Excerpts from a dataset
::::::::::
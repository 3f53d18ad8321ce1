#include <algorithm>
#include <bathwright/speciation/solver.hpp>
#include <cmath>
#include <cstdio>
#include <limits>
#include <numbers>
#include <numeric>

#include "active_set.hpp"
#include "convex_dual.hpp"
#include "coupled_newton.hpp"
#include "verify.hpp"

namespace bathwright::speciation {
namespace {

constexpr double saturated = 1e-9;        // ln units
constexpr double scarce_fraction = 1e-6;  // a free ion below this share of its total needs a better basis
constexpr double covered_margin_C = 1;

Problem not_converged(const std::string& what) {
  return {Fault::not_converged, "", what, "", "Check the amounts; report the input if they are right."};
}

std::string failed_check(const Residuals& r) {
  char text[200];
  std::snprintf(text, sizeof text,
                "the answer does not pass its check: mass balance %.2g, mass action %.2g, saturation %.2g, "
                "negative solid %.2g",
                r.mass_balance, r.mass_action, r.saturation, r.negative_solid);
  return text;
}

Vector molalities(const Workspace& w) { return w.ln_molality().array().min(7.0).exp().matrix(); }

/// Moves the coefficients a share of the way to those of the present composition; the largest change, ln
/// units, of a species that is not a trace.
double move_coefficients(Workspace& w, double share) {
  const Vector m = molalities(w);
  Vector fresh(w.count());
  w.ln_aw += share * (w.activity_coefficients(m, fresh) - w.ln_aw);
  const double threshold = 1e-8 * m.sum();
  double largest = 0;
  for (Index j = 0; j < w.count(); ++j)
    if (m(j) > threshold) largest = std::max(largest, std::abs(fresh(j) - w.ln_gamma(j)));
  w.ln_gamma += share * (fresh - w.ln_gamma);
  return largest;
}

/// Liquid water from the water balance at the present composition.
void balance_water(Workspace& w) {
  double bound = w.water.dot(molalities(w)) * w.water_kg;
  for (const Phase& phase : w.phases)
    if (phase.active) bound += phase.supply_water * phase.mol;
  const double liquid = (w.total_water - bound) / water_mol_per_kg;
  w.water_kg = std::clamp(liquid, 0.2 * w.water_kg, 5 * w.water_kg);
}

/// Coupled Newton, one change of the active set at a time until it settles.
bool finish(Workspace& w, int& iterations) {
  const std::size_t most = 10 + 4 * w.phases.size();
  for (std::size_t change = 0; change < most; ++change) {
    if (!solve_coupled(w, iterations)) return false;
    // Largest violation first; from half-way on the first one found, so that no cycle can last.
    const bool first = change > most / 2;
    Phase* leaving = nullptr;
    std::size_t entering = w.phases.size();
    double least = 0, largest = saturated;
    for (std::size_t k = 0; k < w.phases.size(); ++k) {
      Phase& phase = w.phases[k];
      if (phase.kind != Phase::Kind::precipitate) continue;
      if (phase.active) {
        if (phase.mol < least && !(first && leaving)) leaving = &phase, least = phase.mol;
      } else if (const double above = ln_saturation(w, phase);
                 above > largest && !(first && entering < w.phases.size())) {
        entering = k, largest = above;
      }
    }
    if (leaving) {
      leaving->active = false;
      leaving->mol = 0;
    } else if (entering == w.phases.size()) {
      return true;
    } else if (!let_in(w, entering, WaterActivity::free)) {
      return false;
    }
  }
  return false;
}
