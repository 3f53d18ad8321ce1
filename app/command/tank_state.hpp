// The state a verb starts from: today's readings, else the last logged analysis, else the tank's aims.
#pragma once

#include "log_access.hpp"
#include "shop.hpp"

namespace bathwright::command {

struct StartingState {
  bath::TankState state;
  std::string from;  ///< "readings of n-07-morning.toml"
};

Result<StartingState> starting_state(const Context& context, const Shop& shop,
                                     const std::string& readings_path);

/// The readings worked out, with the last logged analysis as the book.
Result<analysis::Analysis> analyse(const Context& context, const Shop& shop,
                                   const std::string& readings_path);

}  // namespace bathwright::command
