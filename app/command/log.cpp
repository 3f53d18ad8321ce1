// bathwright log add | list | show | verify | correct: the shift log.
#include <bathwright/sheets/log_sheet.hpp>
#include <set>

#include "context.hpp"
#include "log_access.hpp"

namespace bathwright::command {
namespace {

/// The numbers of an entry's corrections.
std::vector<std::int64_t> corrections_of(const logbook::Entry& entry,
                                         const sheets::Corrections& corrected_by) {
  const auto found = corrected_by.find(entry.seq);
  return found == corrected_by.end() ? std::vector<std::int64_t>{} : found->second;
}

Json json_of(const logbook::Entry& entry, const sheets::Corrections& corrected_by) {
  Json body = Json::parse(entry.body, nullptr, false);
  return {{"seq", entry.seq},
          {"kind", logbook::name(entry.kind)},
          {"tank", entry.tank},
          {"shift", entry.shift},
          {"at", entry.at},
          {"by", entry.by},
          {"station", entry.station},
          {"program", entry.program},
          {"corrects", entry.kind == logbook::EntryKind::correction ? Json(*entry.about) : Json(nullptr)},
          {"corrected_by", corrections_of(entry, corrected_by)},
          {"body", body.is_discarded() ? Json(entry.body) : body},
          {"hash", entry.hash},
          {"previous", entry.previous}};
}

Result<sheets::Corrections> corrections(const logbook::Logbook& log) {
  logbook::Filter filter;
  filter.kind = logbook::EntryKind::correction;
  const auto entries = log.list(filter);
  if (!entries) return entries.problems();
  sheets::Corrections corrected_by;
  for (const auto& entry : *entries)
    if (entry.about) corrected_by[*entry.about].push_back(entry.seq);
  return corrected_by;
}

struct ListOptions {
  std::string tank, kind, text;
};

int list(const Context& context, const ListOptions& options) {
  logbook::Filter filter;
  filter.tank = options.tank;
  filter.text = options.text;
  if (!options.kind.empty()) {
    const auto kind = logbook::entry_kind(options.kind);
    if (!kind) return fail(context, kind.problems());
    filter.kind = *kind;
  }
  const auto log = open_log_to_read(context);
  if (!log) return fail(context, log.problems());
  const auto entries = log->list(filter);
  if (!entries) return fail(context, entries.problems());
  const auto corrected_by = corrections(*log);
  if (!corrected_by) return fail(context, corrected_by.problems());
  if (context.json) {
    Json doc = document({});
    doc["entries"] = Json::array();
    for (const auto& entry : *entries) doc["entries"].push_back(json_of(entry, *corrected_by));
    print(doc);
  } else {
    print(sheets::log_list(*entries, *corrected_by));
  }
  return Exit::all_well;
}

int show(const Context& context, std::int64_t seq) {
  const auto log = open_log_to_read(context);
  if (!log) return fail(context, log.problems());
  const auto entry = log->find(seq);
  if (!entry) return fail(context, entry.problems());
  const auto corrected_by = corrections(*log);
  if (!corrected_by) return fail(context, corrected_by.problems());
  if (context.json) {
    Json doc = document({});
    doc["entry"] = json_of(*entry, *corrected_by);
    print(doc);
  } else {
    constexpr int indent = 2;
    const Json body = Json::parse(entry->body, nullptr, false);
    print(sheets::log_entry(*entry, body.is_discarded() ? entry->body : text_of(body, indent)));
  }
  return Exit::all_well;
}

int verify(const Context& context) {
  const auto log = open_log_to_read(context);
  if (!log) return fail(context, log.problems());
  const logbook::Verification result = log->verify();
  if (context.json) {
    std::vector<std::string> warnings;
    for (const auto& step : result.clock_steps) warnings.push_back(step.words);
    Json doc = document(warnings);
    doc["ok"] = result.ok;
    doc["entries"] = result.entries;
    doc["problems"] = Json::array();
    for (const auto& problem : result.problems)
      doc["problems"].push_back({{"seq", problem.seq}, {"what", problem.words}});
    doc["head"] = result.head;
    print(doc);
  } else {
    print(sheets::log_verification(result));
  }
  return result.ok ? Exit::all_well : Exit::finding;
}

/// Nothing where the log has entries of this tank; else a note that it has none, and which tanks it has.
Result<std::vector<std::string>> note_of_new_tank(const Context& context, const std::string& tank) {
  std::error_code failure;
  std::set<std::string> tanks;
  if (std::filesystem::exists(log_path(context), failure)) {
    const auto log = open_log_to_read(context);
    if (!log) return log.problems();
    const auto entries = log->list();
    if (!entries) return entries.problems();
    for (const auto& entry : *entries) tanks.insert(entry.tank);
  }
  if (tanks.contains(tank)) return std::vector<std::string>{};
  std::string note = "This is the first entry of a tank \"" + tank + "\".";
  for (const std::string& known : tanks)
    note += (known == *tanks.begin() ? " The log has " : ", ") + ('"' + known + '"');
  return std::vector<std::string>{note + (tanks.empty() ? "" : ".")};
}

int append(const Context& context, logbook::NewEntry entry) {
  const auto notes = note_of_new_tank(context, entry.tank);
  if (!notes) return fail(context, notes.problems());
  const auto logged = append_to_log(context, std::move(entry));
  if (!logged) return fail(context, logged.problems());
  if (context.json) {
    Json doc = document(*notes);
    doc["entry"] = json_of(logged->entry, {});
    doc["log"] = logged->path.string();
    print(doc);
  } else {
    sheets::Lines lines;
    sheets::say(lines, words(*logged));
    for (const std::string& note : *notes) sheets::say(lines, "Note: " + note, 2);
    print(lines);
  }
  return Exit::all_well;
}

struct AddOptions {
  std::string kind, tank, body, note;
};

int add(const Context& context, const AddOptions& options) {
  const auto kind = logbook::entry_kind(options.kind);
  if (!kind) return fail(context, kind.problems());
  if (options.body.empty() == options.note.empty())
    return fail(context,
                {{Fault::bad_input, "log add", options.body.empty() ? "says nothing" : "says two things",
                  "one of --body JSON and --note TEXT", ""}});
  logbook::NewEntry entry;
  entry.kind = *kind;
  entry.tank = options.tank;
  entry.body = options.body.empty() ? Json{{"note", options.note}}.dump() : options.body;
  return append(context, std::move(entry));
}

int correct(const Context& context, std::int64_t seq, const std::string& reason, const std::string& note) {
  const auto log = open_log_to_read(context);
  if (!log) return fail(context, log.problems());
  const auto wrong = log->find(seq);
  if (!wrong) return fail(context, wrong.problems());
  logbook::NewEntry entry;
  entry.kind = logbook::EntryKind::correction;
  entry.tank = wrong->tank;
  entry.about = seq;
  Json body{{"reason", reason}};
  if (!note.empty()) body["note"] = note;
  entry.body = body.dump();
  return append(context, std::move(entry));
}

}  // namespace

void add_log(CLI::App& program, Context& context, Action& action) {
  auto* verb = program.add_subcommand("log", "the shift log")->require_subcommand(1)->fallthrough();
  verb->footer(
      "Examples:\n"
      "  bathwright log add addition --tank \"N-07 Watts nickel\" --note \"12 kg boric acid\" --by \"M. Okafor\"\n"
      "  bathwright log list --tank \"N-07 Watts nickel\"\n"
      "  bathwright log verify\n"
      "--tank takes the name that stands in the tank's file.\n"
      "Without --log the log is shift-log.sqlite in the user's data folder.\n");

  auto* list_verb = verb->add_subcommand("list", "the entries, oldest first")->fallthrough();
  auto filter = std::make_shared<ListOptions>();
  list_verb->add_option("--tank", filter->tank, "of this tank only");
  list_verb->add_option("--kind", filter->kind, "of this kind only: analysis, plan, addition, ...");
  list_verb->add_option("--text", filter->text, "with this text in them");
  list_verb->callback(
      [&context, &action, filter] { action = [&context, filter] { return list(context, *filter); }; });

  auto* show_verb = verb->add_subcommand("show", "one entry in full")->fallthrough();
  auto seq = std::make_shared<std::int64_t>(0);
  show_verb->add_option("NUMBER", *seq, "as in the list")->required();
  show_verb->callback([&context, &action, seq] { action = [&context, seq] { return show(context, *seq); }; });

  auto* verify_verb = verb->add_subcommand("verify", "that every entry is as it was logged")->fallthrough();
  verify_verb->callback([&context, &action] { action = [&context] { return verify(context); }; });

  auto* add_verb = verb->add_subcommand("add", "write an entry")->fallthrough();
  auto entry = std::make_shared<AddOptions>();
  add_verb->add_option("KIND", entry->kind, "analysis, plan, slip, addition, level, ampere-hours, dump, note")
      ->required();
  add_verb->add_option("--tank", entry->tank, "the tank it is about")->required();
  add_verb->add_option("--note", entry->note, "what happened, in words");
  add_verb->add_option("--body", entry->body, "what happened, as JSON");
  add_signature(*add_verb, context);
  add_verb->callback(
      [&context, &action, entry] { action = [&context, entry] { return add(context, *entry); }; });

  auto* correct_verb =
      verb->add_subcommand("correct", "answer a wrong entry; both stay visible")->fallthrough();
  auto reason = std::make_shared<std::string>();
  auto right = std::make_shared<std::string>();
  auto wrong = std::make_shared<std::int64_t>(0);
  correct_verb->add_option("NUMBER", *wrong, "the wrong entry")->required();
  correct_verb->add_option("--reason", *reason, "why it is wrong")->required();
  correct_verb->add_option("--note", *right, "what is right");
  add_signature(*correct_verb, context);
  correct_verb->callback([&context, &action, wrong, reason, right] {
    action = [&context, wrong, reason, right] { return correct(context, *wrong, *reason, *right); };
  });
}

}  // namespace bathwright::command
::::::::::
## WHAT IS NEEDED
Using the data above, transcribe the lines that run from the line with "constexpr double scarce_fraction" to the line with "const bool first = change > most / 2;", both ends kept, and output nothing else.

## EXERCISE SOLUTION
constexpr double scarce_fraction = 1e-6;  // a free ion below this share of its total needs a better basis
constexpr double covered_margin_C = 1;

Problem not_converged(const std::string& what) {
  return {Fault::not_converged, "", what, "", "Check the amounts; report the input if they are right."};
}

std::string failed_check(const Residuals& r) {
  char text[200];
  std::snprintf(text, sizeof text,
                "the answer does not pass its check: mass balance %.2g, mass action %.2g, saturation %.2g, "
                "negative solid %.2g",
                r.mass_balance, r.mass_action, r.saturation, r.negative_solid);
  return text;
}

Vector molalities(const Workspace& w) { return w.ln_molality().array().min(7.0).exp().matrix(); }

/// Moves the coefficients a share of the way to those of the present composition; the largest change, ln
/// units, of a species that is not a trace.
double move_coefficients(Workspace& w, double share) {
  const Vector m = molalities(w);
  Vector fresh(w.count());
  w.ln_aw += share * (w.activity_coefficients(m, fresh) - w.ln_aw);
  const double threshold = 1e-8 * m.sum();
  double largest = 0;
  for (Index j = 0; j < w.count(); ++j)
    if (m(j) > threshold) largest = std::max(largest, std::abs(fresh(j) - w.ln_gamma(j)));
  w.ln_gamma += share * (fresh - w.ln_gamma);
  return largest;
}

/// Liquid water from the water balance at the present composition.
void balance_water(Workspace& w) {
  double bound = w.water.dot(molalities(w)) * w.water_kg;
  for (const Phase& phase : w.phases)
    if (phase.active) bound += phase.supply_water * phase.mol;
  const double liquid = (w.total_water - bound) / water_mol_per_kg;
  w.water_kg = std::clamp(liquid, 0.2 * w.water_kg, 5 * w.water_kg);
}

/// Coupled Newton, one change of the active set at a time until it settles.
bool finish(Workspace& w, int& iterations) {
  const std::size_t most = 10 + 4 * w.phases.size();
  for (std::size_t change = 0; change < most; ++change) {
    if (!solve_coupled(w, iterations)) return false;
    // Largest violation first; from half-way on the first one found, so that no cycle can last.
    const bool first = change > most / 2;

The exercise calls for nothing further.